The MTT assay was performed to evaluate the survival of BT-549, RKO-AS45-1 and TOV-21G cells following treatment with everolimus to determine whether the 100 nM concentration of the drug may lead to an increase in cell proliferation (Fig. 5A). The viability of RKO-AS45-1 and TOV-21G cells treated with everolimus was higher compared with that of the positive and negative controls; however, the differences between the everolimus-treated and untreated groups were not significant. By contrast, the viability of BT-549 cells after treatment with everolimus was significantly lower compared with that of the untreated controls.

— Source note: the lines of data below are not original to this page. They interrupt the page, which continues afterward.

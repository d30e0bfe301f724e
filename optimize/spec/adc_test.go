package spec

import (
	"math"
	"strings"
	"testing"
)

// adcBase is a level shift with a 4.096 V reference; each case adds its
// adc block and limits.
const adcBase = `name: adc
about: adc block test
family: level-shift
input: {single_ended: ±10V}
output: 0.1..4V
supply: 0..5V
reference: {voltage: 4.096V, tolerance: 0.05%, drift: 10ppm/K}
temperature: {range: 0..70C}
`

// TestADCBlock reads the adc block's figures into fractions of full scale:
// an LSB is 1/2^N of it (common practice), a % figure is of full scale, a
// figure in volts is divided by the nominal span.
func TestADCBlock(t *testing.T) {
	s, err := Parse([]byte(adcBase+`adc:
  bits: 12
  range: 0..1 x ref
  reference: channel
  gain_error: ±2LSB
  offset_error: 2.048mV
  inl: 0.05% FS
  gain_drift: 0.1LSB/K
  offset_drift: 4.096uV/K
limits:
  total_error: 16LSB
  total_drift: 0.1%
`), "adc.yaml")
	if err != nil {
		t.Fatal(err)
	}
	a := s.ADC
	if a == nil || !a.SharedRef || a.Bits != 12 || a.Range != (Range{0, 4.096}) || a.PerRef == nil || *a.PerRef != (Range{0, 1}) {
		t.Fatalf("adc %+v", a)
	}
	for _, c := range []struct {
		name string
		f    ADCFigure
		want float64
	}{
		{"gain error ±2 LSB", a.GainError, 2.0 / 4096},
		{"offset error 2.048 mV of 4.096 V", a.OffsetError, 0.0005},
		{"INL 0.05 % FS", a.INL, 0.0005},
		{"gain drift 0.1 LSB/K", a.GainDrift, 0.1 / 4096},
		{"offset drift 4.096 µV/K", a.OffsetDrift, 1e-6},
	} {
		if !c.f.Given || math.Abs(c.f.V-c.want) > 1e-15 {
			t.Errorf("%s: %+v, want %g", c.name, c.f, c.want)
		}
	}
	if math.Abs(s.Limits.TotalError-16.0/4096) > 1e-15 || !s.Limits.TotalErrorInLSB {
		t.Errorf("total_error %g (LSB %v), want 16/4096", s.Limits.TotalError, s.Limits.TotalErrorInLSB)
	}
	if math.Abs(s.Limits.TotalDrift-0.001) > 1e-15 || s.Limits.TotalDriftInLSB {
		t.Errorf("total_drift %g (LSB %v), want 0.001 of full scale", s.Limits.TotalDrift, s.Limits.TotalDriftInLSB)
	}
	// An own reference and a bipolar relative range; figures left out are
	// unknown, not zero.
	s, err = Parse([]byte(adcBase+`adc: {bits: 16, range: ±1 x ref, own_reference: {voltage: 2.5V}}
limits: {total_error: 0.1%}
`), "own.yaml")
	if err != nil {
		t.Fatal(err)
	}
	if a := s.ADC; a.SharedRef || a.Range != (Range{-2.5, 2.5}) || a.GainError.Given || a.Own.Tolerance.Given || a.LSB() != 5.0/65536 {
		t.Errorf("own reference adc %+v", a)
	}
}

// TestADCBlockErrors: every mistake in the adc block is one error at its
// line and column, with what to write.
func TestADCBlockErrors(t *testing.T) {
	for _, c := range []struct {
		name, src, want string
	}{
		{"limit without adc", adcBase + "limits: {total_error: 2LSB}\n", "limits.total_error: needs an adc block"},
		{"bits missing", adcBase + "adc: {range: 0..4.096V, reference: channel}\nlimits: {total_error: 2LSB}\n", "adc.bits: missing"},
		{"bits too many", adcBase + "adc: {bits: 40, range: 0..4.096V, reference: channel}\nlimits: {total_error: 2LSB}\n", "adc.bits"},
		{"no reference said", adcBase + "adc: {bits: 12, range: 0..4.096V}\nlimits: {total_error: 2LSB}\n", "adc.reference: missing"},
		{"bad reference", adcBase + "adc: {bits: 12, range: 0..4.096V, reference: mine}\nlimits: {total_error: 2LSB}\n", `"mine" is not a choice`},
		{"relative without voltage", adcBase + "adc: {bits: 12, range: 0..1 x ref, own_reference: {tolerance: 1%}}\nlimits: {total_error: 2LSB}\n", "no reference voltage is known"},
		{"range without unit", adcBase + "adc: {bits: 12, range: 0..4, reference: channel}\nlimits: {total_error: 2LSB}\n", "adc.range"},
		{"empty span", adcBase + "adc: {bits: 12, range: 1..1 x ref, reference: channel}\nlimits: {total_error: 2LSB}\n", "the two ends are equal"},
		{"negative INL", adcBase + "adc: {bits: 12, range: 0..4.096V, reference: channel, inl: -1LSB}\nlimits: {total_error: 2LSB}\n", "adc.inl"},
		{"bare figure", adcBase + "adc: {bits: 12, range: 0..4.096V, reference: channel, gain_error: 2}\nlimits: {total_error: 2LSB}\n", "adc.gain_error"},
		{"drift not per K", adcBase + "adc: {bits: 12, range: 0..4.096V, reference: channel, gain_drift: 2LSB}\nlimits: {total_error: 2LSB}\n", "adc.gain_drift"},
		{"bad limit", adcBase + "adc: {bits: 12, range: 0..4.096V, reference: channel}\nlimits: {total_error: 2V}\n", "limits.total_error"},
		{"own and channel", adcBase + "adc: {bits: 12, range: 0..4.096V, reference: channel, own_reference: {voltage: 2.5V}}\nlimits: {total_error: 2LSB}\n", "adc.own_reference"},
	} {
		t.Run(c.name, func(t *testing.T) {
			_, err := Parse([]byte(c.src), "bad.yaml")
			if err == nil {
				t.Fatal("accepted")
			}
			if !strings.Contains(err.Error(), c.want) || !strings.Contains(err.Error(), "bad.yaml:") {
				t.Errorf("error %q, want it to name bad.yaml:LINE:COL and contain %q", err, c.want)
			}
		})
	}
}

// TestReferenceAuto: reference.part auto leaves the figures to the part
// the search picks; figures given beside it, or another word, are errors;
// a design under such a spec names its part, which ReferenceFigures then
// takes the figures from.
func TestReferenceAuto(t *testing.T) {
	auto := strings.Replace(adcBase, "reference: {voltage: 4.096V, tolerance: 0.05%, drift: 10ppm/K}", "reference: {part: auto, voltage: 4.096V}", 1)
	s, err := Parse([]byte(auto+"limits: {gain_error: 1%}\n"), "auto.yaml")
	if err != nil {
		t.Fatal(err)
	}
	if !s.Reference.Auto() || s.Reference.Tolerance != 0 {
		t.Fatalf("reference %+v", s.Reference)
	}
	for _, c := range []struct{ name, src, want string }{
		{"figures with auto", strings.Replace(adcBase, "reference: {", "reference: {part: auto, ", 1), "reference.tolerance: given with part: auto"},
		{"a part number", strings.Replace(adcBase, "reference: {", "reference: {part: VR-1, ", 1), `reference.part: "VR-1" is not a choice`},
	} {
		_, err := Parse([]byte(c.src+"limits: {gain_error: 1%}\n"), "bad.yaml")
		if err == nil || !strings.Contains(err.Error(), c.want) {
			t.Errorf("%s: error %v, want %q", c.name, err, c.want)
		}
	}
	d, err := ParseDesign([]byte("family: level-shift\npositions: {R1: {part: A}, R2: {part: A}, R3: {part: A}, Rf: {part: A}, Rg: {part: A}}\namplifier: {part: U}\nreference: {part: VR-4096}\n"), "d.yaml")
	if err != nil {
		t.Fatal(err)
	}
	if _, err := ReferenceFigures(s, d); err == nil || !strings.Contains(err.Error(), "has not been looked up") {
		t.Errorf("unresolved reference: %v", err)
	}
	d.Reference.V, d.Reference.Tolerance, d.Reference.Drift, d.Reference.Resolved = 4.096, 0.0004, 3e-6, true
	r, err := ReferenceFigures(s, d)
	if err != nil || r.Tolerance != 0.0004 || r.Drift != 3e-6 || r.V != 4.096 || r.Auto() {
		t.Errorf("figures %+v, %v", r, err)
	}
	d.Reference.V = 2.5
	if _, err := ReferenceFigures(s, d); err == nil || !strings.Contains(err.Error(), "2.5 V reference") {
		t.Errorf("wrong voltage: %v", err)
	}
	d.Reference = nil
	if _, err := ReferenceFigures(s, d); err == nil || !strings.Contains(err.Error(), "reference: missing") {
		t.Errorf("no reference: %v", err)
	}
}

RKO-AS45-1 cells treated with 100 nM everolimus were observed to form colonies that were farther distanced from each other compared with those formed by untreated cells (Fig. 5B). A high SF was observed, especially for TOV-21G cells, but the difference between the treated and untreated cells was not statistically significant (Fig. 5C).

According to the aforementioned results, RKO-AS45-1 cells exhibit more EMT characteristics after treatment with 100 nM everolimus. Therefore, this cell line was selected for the TEER assay. The TEER of the RKO-AS45-1 monolayer started to decrease at 48 h post-treatment with TGF-α and everolimus, indicating changes in the integrity of the cell monolayer. However, no significant differences were observed among the treatments (Fig. 5D).

The analysis in the STRING database was performed to explore the PPIs of the EMT targets evaluated in the present study (Fig. 6). No mutations were identified in the EMT genes in BT-549 and TOV-21G cells (Table II). For the RKO cell line, missense mutations were identified in the TGFB1 and P-cadherin genes, and nonsense mutations were identified in ZEB1.